IL est temps que nous prenions les devant et elaborer dees feuilles de route que nous imposerons de gré ou de force a cette élite dirigeante avant la situation déja trés critique ne devienne alarmante.
Mobilisons nous pour les habitants de NDIANNDIA, GOUDIOULANKAR, GOUDE, GOREE, NDIAGA SAMB....... Nous sommes deja en plein hivernage et dite moi reellement ce que la municipalité a tirer des leçons de la derniere saison des pluies. Qu'est ce qui a été fait pour prevenir l'avancée de la mer.
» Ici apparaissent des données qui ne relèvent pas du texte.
// tracker holds the working subspace of a scheme along a loop: the choice
// made at the base point, and the eigenbasis followed from point to point.
//
// The choice at the base point: the eigenvalues of H(R₀) are grouped into
// clusters of neighbours closer than the gap tolerance; each cluster is
// weighted by the mean weight of its eigenvectors on the computational
// levels, and the heaviest clusters are taken until they hold k states. The
// clusters keep their places in the ascending spectrum along the loop as long
// as the gap to the rest stays open, which the tracker checks at every point.
//
// From point to point the eigenbasis is followed by a warm-started cyclic
// Jacobi method: A = V†H V, where V is the previous eigenbasis, is nearly
// diagonal, and the complex Jacobi rotations (Golub and Van Loan, Matrix
// Computations, 4th ed., §8.5, after a phase change making the pivot real)
// converge quadratically from there: on a tripod loop of 4096 points two
// sweeps rotate and a third finds nothing left, several times cheaper than a
// factorisation from scratch. Every rotation is unitary, so V stays
// orthonormal to rounding, and the small rotation angle of the classical
// formula keeps each column continuous. The first point of every loop is
// factorised from scratch with Eigen.
type tracker struct {
	s    *Scheme
	n, k int
	comp []int

	eig  *Eigen
	h    *Mat // Hamiltonian at the current point
	v    *Mat // eigenvectors (columns) in ascending order of vals
	vals []float64
	a, t []complex128 // n×n scratch for the warm start

	steps  int       // warm steps since the last cold start
	cl     []cluster // chosen clusters, ascending energy
	gapTol float64   // tolerance in use, rad/s

	q   *Mat // k×k computational rows of the chosen base-point eigenvectors
	qu  *Mat // unitary polar factor of q
	pol *polarWork
}

func newTracker(s *Scheme) *tracker {
	n, k := len(s.Levels), len(s.Computational)
	return &tracker{
		s: s, n: n, k: k, comp: s.Computational,
		eig:  NewEigen(n),
		h:    NewMat(n, n),
		v:    NewMat(n, n),
		vals: make([]float64, n),
		a:    make([]complex128, n*n),
		t:    make([]complex128, n*n),
		cl:   make([]cluster, 0, n),
		q:    NewMat(k, k),
		qu:   NewMat(k, k),
		pol:  newPolarWork(k),
	}
}

// cold factorises t.h from scratch.
func (t *tracker) cold() {
	t.eig.Factorize(t.h, t.vals, t.v)
	t.steps = 0
}

// reorthEvery is the number of warm steps between re-orthonormalisations of
// the tracked basis. Each Jacobi rotation is unitary only to rounding, and
// the departures add up coherently along a loop (‖V†V − I‖ grew to 2e-11
// over 65536 points without this); Gram–Schmidt every 32 steps keeps it at
// rounding level for a cost of under one complex multiply-add per step and
// level.
const reorthEvery = 32

// reorthonormalize applies modified Gram–Schmidt to the columns of the
// n×n matrix v, which are orthonormal up to a small drift; the columns move
// by the size of the drift only.
func reorthonormalize(v []complex128, n int) {
	for j := 0; j < n; j++ {
		for i := 0; i < j; i++ {
			var d complex128 // ⟨v_i|v_j⟩
			for r := 0; r < n; r++ {
				d += conjg(v[r*n+i]) * v[r*n+j]
			}
			for r := 0; r < n; r++ {
				v[r*n+j] -= d * v[r*n+i]
			}
		}
		var s float64
		for r := 0; r < n; r++ {
			s += sqmag(v[r*n+j])
		}
		f := complex(1/math.Sqrt(s), 0)
		for r := 0; r < n; r++ {
			v[r*n+j] *= f
		}
	}
}

// choose picks the working subspace from the current eigendecomposition (the
// base point). gapTol ≤ 0 selects the default 1e-6 × spectral radius. where
// names the point in error messages ("base point", ...).
func (t *tracker) choose(gapTol float64, where string) error {
	n, k := t.n, t.k
	vals, v := t.vals, t.v.Data
	radius := math.Max(math.Abs(vals[0]), math.Abs(vals[n-1]))
	tol := gapTol
	if tol <= 0 {
		tol = 1e-6 * radius
	}
	t.gapTol = tol

	type group struct {
		lo, d int
		w     float64 // mean weight on the computational levels
	}
	var all [MaxLevels]group
	m := 0
	for i := 0; i < n; {
		j := i + 1
		for j < n && vals[j]-vals[j-1] <= tol {
			j++
		}
		var w float64
		for c := i; c < j; c++ {
			for _, r := range t.comp {
				x := v[r*n+c]
				w += real(x)*real(x) + imag(x)*imag(x)
			}
		}
		all[m] = group{lo: i, d: j - i, w: w / float64(j-i)}
		m++
		i = j
	}
	// Heaviest first (insertion sort; ties keep ascending energy).
	var ord [MaxLevels]int
	for i := 0; i < m; i++ {
		ord[i] = i
		for j := i; j > 0 && all[ord[j]].w > all[ord[j-1]].w; j-- {
			ord[j], ord[j-1] = ord[j-1], ord[j]
		}
	}
	dim, nc := 0, 0
	for nc < m && dim < k {
		dim += all[ord[nc]].d
		nc++
	}
	if dim != k {
		g := all[ord[nc-1]]
		return fmt.Errorf("%w: at the %s the computational levels %s overlap a %d-fold degenerate eigenvalue %.6g rad/s (eigenvalues closer than the gap tolerance %.3g rad/s count as degenerate), so no %d-state subspace can be told apart; lift the degeneracy there (a drive or a detuning) or change the computational levels",
			ErrNoSubspace, where, t.compNames(), g.d, vals[g.lo], tol, k)
	}
	if nc < m && all[ord[nc]].w > all[ord[nc-1]].w-1e-9 {
		a, b := all[ord[nc-1]], all[ord[nc]]
		return fmt.Errorf("%w: at the %s the eigenstates at %.6g rad/s and %.6g rad/s have the same weight %.3g on the computational levels %s, so the working subspace is ambiguous; start the loop where the computational levels are eigenstates",
			ErrNoSubspace, where, vals[a.lo], vals[b.lo], a.w, t.compNames())
	}
	// Chosen clusters in ascending energy.
	t.cl = t.cl[:0]
	for i := 0; i < nc; i++ {
		g := all[ord[i]]
		t.cl = append(t.cl, cluster{lo: g.lo, d: g.d})
	}
	for i := 1; i < len(t.cl); i++ {
		for j := i; j > 0 && t.cl[j].lo < t.cl[j-1].lo; j-- {
			t.cl[j], t.cl[j-1] = t.cl[j-1], t.cl[j]
		}
	}
	off := 0
	for i := range t.cl {
		t.cl[i].off = off
		off += t.cl[i].d
	}
	// Computational block of the chosen eigenvectors and its unitary factor.
	q := t.q.Data
	for a, r := range t.comp {
		for _, c := range t.cl {
			for b := 0; b < c.d; b++ {
				q[a*k+c.off+b] = v[r*n+c.lo+b]
			}
		}
	}
	if s2 := t.pol.factor(t.qu.Data, q, k); s2 < minOverlap2 {
		return fmt.Errorf("%w: at the %s the eigenstates closest to the computational levels %s keep only %.0f%% of their weight on them in the worst direction; start the loop where the computational levels are (nearly) eigenstates",
			ErrNoSubspace, where, t.compNames(), 100*s2)
	}
	return nil
}

// baseWeight returns the smallest squared singular value of the
// computational block at the base point (1 when the chosen eigenstates lie
// wholly in the computational span). Valid after choose.
func (t *tracker) baseWeight() float64 {
	return t.pol.minSV2(t.q.Data, t.k)
}

func (t *tracker) compNames() string {
	var b strings.Builder
	for i, r := range t.comp {
		if i > 0 {
			b.WriteString(", ")
		}
		b.WriteString(t.s.Levels[r].Name)
	}
	return b.String()
}

// gap returns the smallest distance between a chosen cluster and its
// neighbours in the spectrum (+Inf if the clusters fill the spectrum).
func (t *tracker) gap() float64 {
	g := math.Inf(1)
	for _, c := range t.cl {
		if c.lo > 0 {
			g = math.Min(g, t.vals[c.lo]-t.vals[c.lo-1])
		}
		if hi := c.lo + c.d; hi < t.n {
			g = math.Min(g, t.vals[hi]-t.vals[hi-1])
		}
	}
	return g
}

// warm diagonalises t.h starting from the eigenbasis in t.v.
func (t *tracker) warm() {
	n := t.n
	h, v, a, tm := t.h.Data[:n*n], t.v.Data[:n*n], t.a[:n*n], t.t[:n*n]
	// tm = H V (H is sparse for most schemes).
	for i := 0; i < n; i++ {
		row := tm[i*n : i*n+n]
		clear(row)
		for r := 0; r < n; r++ {
			hir := h[i*n+r]
			if hir == 0 {
				continue
			}
			vr := v[r*n : r*n+n]
			for j, x := range vr {
				row[j] += hir * x
			}
		}
	}
	// A = V† tm, upper triangle, mirrored.
	for i := 0; i < n; i++ {
		for j := i; j < n; j++ {
			var s complex128
			for r := 0; r < n; r++ {
				x := v[r*n+i]
				s += complex(real(x), -imag(x)) * tm[r*n+j]
			}
			a[i*n+j] = s
			a[j*n+i] = complex(real(s), -imag(s))
		}
		a[i*n+i] = complex(real(a[i*n+i]), 0)
	}
	jacobiWarm(a, v, n)
	if t.steps++; t.steps%reorthEvery == 0 {
		reorthonormalize(v, n)
	}
	vals := t.vals
	for i := 0; i < n; i++ {
		vals[i] = real(a[i*n+i])
	}
	sortEigenColumns(vals, v, n)
}

// maxSweeps bounds the warm-started Jacobi sweeps; two or three are usual.
const maxSweeps = 40

// jacobiWarm diagonalises the Hermitian n×n matrix a (full storage) by cyclic
// complex Jacobi rotations, accumulating them into the columns of v. A pivot
// below 1e-17‖A‖_F is set to zero without rotating; the sweeps stop when a
// sweep needs no rotation.
//
// The rotation for pivot a_pq = r e^{iα} and Δ = a_qq − a_pp is
// J = [[c, s e^{iα}], [−s e^{−iα}, c]] on (p, q) with t = s/c the smaller
// root of t² + 2(Δ/2r)t − 1 = 0 (Golub and Van Loan, §8.5, after the phase
// change diag(1, e^{iα})). It is computed without r itself: t/r =
// sgn(Δ)·2/(|Δ| + √(Δ² + 4r²)), c = (1 + t²)^{−1/2}, s e^{iα} = c (t/r) a_pq.
// For 4r² ≤ 1e-4 Δ² (every pair but near-degenerate ones, from a warm
// start) the series t/r = Σ C_j (−x)^j / Δ, x = r²/Δ², with the Catalan
// numbers C_j = 1, 1, 2, 5, 14, and c = 1 − t²/2 + 3t⁴/8 − 5t⁶/16 are exact
// to rounding (the first terms left out are below 1e-19) and avoid the
// square roots.
func jacobiWarm(a, v []complex128, n int) {
	var norm2 float64
	for _, x := range a[:n*n] {
		norm2 += real(x)*real(x) + imag(x)*imag(x)
	}
	tiny2 := 1e-34 * norm2
	for sweep := 0; sweep < maxSweeps; sweep++ {
		rotated := false
		for p := 0; p < n-1; p++ {
			for q := p + 1; q < n; q++ {
				apq := a[p*n+q]
				r2 := real(apq)*real(apq) + imag(apq)*imag(apq)
				if r2 <= tiny2 {
					a[p*n+q], a[q*n+p] = 0, 0
					continue
				}
				rotated = true
				app, aqq := real(a[p*n+p]), real(a[q*n+q])
				delta := aqq - app
				d2 := delta * delta
				var tor, c float64 // t/r and cos
				if 4*r2 <= 1e-4*d2 {
					qi := 1 / delta
					x := r2 * qi * qi // ≤ 2.5e-5
					g := 1 - x*(1-x*(2-x*(5-14*x)))
					tor = qi * g
					t2 := g * g * x
					c = 1 - t2*(0.5-t2*(0.375-t2*0.3125))
				} else {
					tor = 2 / (math.Abs(delta) + math.Sqrt(d2+4*r2))
					if delta < 0 {
						tor = -tor
					}
					c = 1 / math.Sqrt(1+tor*tor*r2)
				}
				// z = s e^{iα} = c (t/r) a_pq.
				zr, zi := c*tor*real(apq), c*tor*imag(apq)
				// Columns p, q of A (rows by Hermitian symmetry), k ≠ p, q:
				// a_kp ← c a_kp − z̄ a_kq, a_kq ← z a_kp + c a_kq.
				for k := 0; k < n; k++ {
					if k == p || k == q {
						continue
					}
					x, y := a[k*n+p], a[k*n+q]
					xr, xi, yr, yi := real(x), imag(x), real(y), imag(y)
					npr, npi := c*xr-(zr*yr+zi*yi), c*xi-(zr*yi-zi*yr)
					nqr, nqi := zr*xr-zi*xi+c*yr, zr*xi+zi*xr+c*yi
					a[k*n+p], a[k*n+q] = complex(npr, npi), complex(nqr, nqi)
					a[p*n+k], a[q*n+k] = complex(npr, -npi), complex(nqr, -nqi)
				}
				tr2 := tor * r2 // t r
				a[p*n+p] = complex(app-tr2, 0)
				a[q*n+q] = complex(aqq+tr2, 0)
				a[p*n+q], a[q*n+p] = 0, 0
				for k := 0; k < n; k++ {
					x, y := v[k*n+p], v[k*n+q]
					xr, xi, yr, yi := real(x), imag(x), real(y), imag(y)
					v[k*n+p] = complex(c*xr-(zr*yr+zi*yi), c*xi-(zr*yi-zi*yr))
					v[k*n+q] = complex(zr*xr-zi*xi+c*yr, zr*xi+zi*xr+c*yi)
				}
			}
		}
		if !rotated {
			return
		}
	}
}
Devrions nous attendre que nos mort dans les cimetieres de ndal dalli soient détérrés et éxhibés par les eaux pour qu'une compation et de grosses déclations soint faites ça et là et dans une hyppocrisie des plus totale.
Faisons le nécéssaire tout en ignorant ces promesses politiques de nos dirigeants qui a l'heure ou nous vous parlons s'occupent de leur avnir crypto personnel.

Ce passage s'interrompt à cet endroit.